▸ WORK TASK
Scan the data for "slots" and copy the lines it appears in.

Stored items

def _people_figures(report, counter: PeopleCounter, found: Availability, values: dict, k: int, graph,
                    lower_budget: Budget) -> bool:
    """Put the counts honouring people on ``report`` (one K): its groups and its total. True when exact.

    ``report`` holds the list-colouring counts (every timetable is a list-colouring, so they
    are upper bounds) by group of events linked by clashes; its groups become the people
    groups (those linked by a quorum as well), each exact where its count finished.
    """
    comp_of = {}
    for comp in report.components:
        for v in comp.nodes:
            comp_of[v] = comp
    whole = report.counts[0]
    lower_total, upper_total = 1, 1
    groups = []
    for index, group in enumerate(counter.groups):
        value = values.get(index)
        upper: int | None = 1
        seen: set[int] = set()
        for v in group:
            comp = comp_of.get(v)
            if comp is None:
                upper = None if upper is None else upper * len(found.starts.get(v, ()))
            elif id(comp) not in seen:
                seen.add(id(comp))
                c = comp.counts[0]
                bound = c.timetables if c.exact else c.upper
                upper = None if upper is None or bound is None else upper * bound
        if value is not None:
            lower, upper = value, value
        else:
            try:
                lower = counter.lower_bound(found, group, lower_budget) if len(group) <= LOWER_BOUND_MAX_EVENTS else 0
            except RecursionError:
                lower = 0
        lower_total *= lower
        upper_total = None if upper_total is None or upper is None else upper_total * upper
        if len(group) < 2:
            continue
        same = comp_of.get(group[0])
        same = same if same is not None and list(same.nodes) == list(group) else None
        if value is not None:
            count = exact_slot_count(k, value, None)
        else:
            count = SlotCount(k, None, False, lower=lower, upper=upper)
        groups.append(ComponentCount(
            [str(v) for v in group], graph.subgraph(group).number_of_edges(), value is not None,
            PEOPLE_METHOD if value is not None else "bounds: one timetable found by search; starts every required "
            "attendee can make", same.polynomial if same is not None else None, True, [count],
            None if value is not None else "not counted exactly within the time limit",
            {k: value} if value is not None else {}, list(group)))
    report.components = groups
    if any(v == 0 for v in values.values()) or upper_total == 0:
        report.counts = [exact_slot_count(k, 0, None)]
        return True
    if all(values.get(i) is not None for i in range(len(counter.groups))):
        report.counts = [exact_slot_count(k, lower_total, None)]
        return True
    upper_whole = whole.timetables if whole.exact else whole.upper
    if upper_total is None or (upper_whole is not None and upper_whole < upper_total):
        upper_total = upper_whole
    if upper_total is not None and lower_total == upper_total:
        report.counts = [exact_slot_count(k, lower_total, None)]
        return True
    report.counts = [SlotCount(k, None, False, lower=lower_total, upper=upper_total)]
    return False


def _merge_runs(reports: list[CountReport]) -> CountReport:
    """One report from the reports of single Ks: counts in order, each group's counts for every K."""
    merged = reports[0]
    merged.counts = [c for r in reports for c in r.counts]
    mine = {tuple(c.events): c for c in merged.components}
    for other in reports[1:]:
        for theirs in other.components:
            comp = mine.get(tuple(theirs.events))
            if comp is None:  # the groups of every K are the same; kept apart if not
                merged.components.append(theirs)
                mine[tuple(theirs.events)] = theirs
                continue
            comp.counts.extend(theirs.counts)
            comp.values.update(theirs.values)
            comp.exact = comp.exact and theirs.exact
            comp.reason = comp.reason or theirs.reason
        merged.availability_bound = merged.availability_bound or other.availability_bound
        merged.people_rules = merged.people_rules or other.people_rules
    merged.seconds = sum(r.seconds for r in reports)
    return merged


def _ratios_between_runs(counts: list) -> None:
    """Each K was estimated on its own: the ratio to K − 1 from the two independent estimates (variances add)."""
    by_k = {c.slots: c for c in counts}
    for c in counts:
        prev = by_k.get(c.slots - 1)
        if c.exact or prev is None or c.ratio_moments is not None or c.moments is None or prev.moments is None:
            continue
        c.ratio_moments = Moments(c.moments.centre - prev.moments.centre, c.moments.variance + prev.moments.variance,
                                  min(c.moments.replicates, prev.moments.replicates))
        set_intervals(c)


def uncounted_rules(problem: Problem) -> str | None:
    """The hard rules of ``problem`` that the counts do not honour, in words, or None.

    The counts honour clashes, fixed and barred slots, event lengths, availability, extra time
    and quorums; a daily limit, the rules sheet, rooms and slot seat limits are left to the
    solver, so with any of them a count is of timetables that may still break them.
    """
    parts = []
    if problem.max_per_day is not None:
        parts.append(f"the limit of {problem.max_per_day} events a day per attendee")
    if problem.rules:
        n = len(problem.rules)
        parts.append(f"the {n} {'rule' if n == 1 else 'rules'} of the rules sheet")
    if problem.rooms:
        parts.append("the rooms")
    if any(s.seat_capacity is not None for s in problem.slots):
        parts.append("the seat limits of the slots")
    if not parts:
        return None
    return parts[0] if len(parts) == 1 else ", ".join(parts[:-1]) + " and " + parts[-1]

▸ EXPECTED ANSWER
    by_k = {c.slots: c for c in counts}
        prev = by_k.get(c.slots - 1)
    The counts honour clashes, fixed and barred slots, event lengths, availability, extra time
    if any(s.seat_capacity is not None for s in problem.slots):
        parts.append("the seat limits of the slots")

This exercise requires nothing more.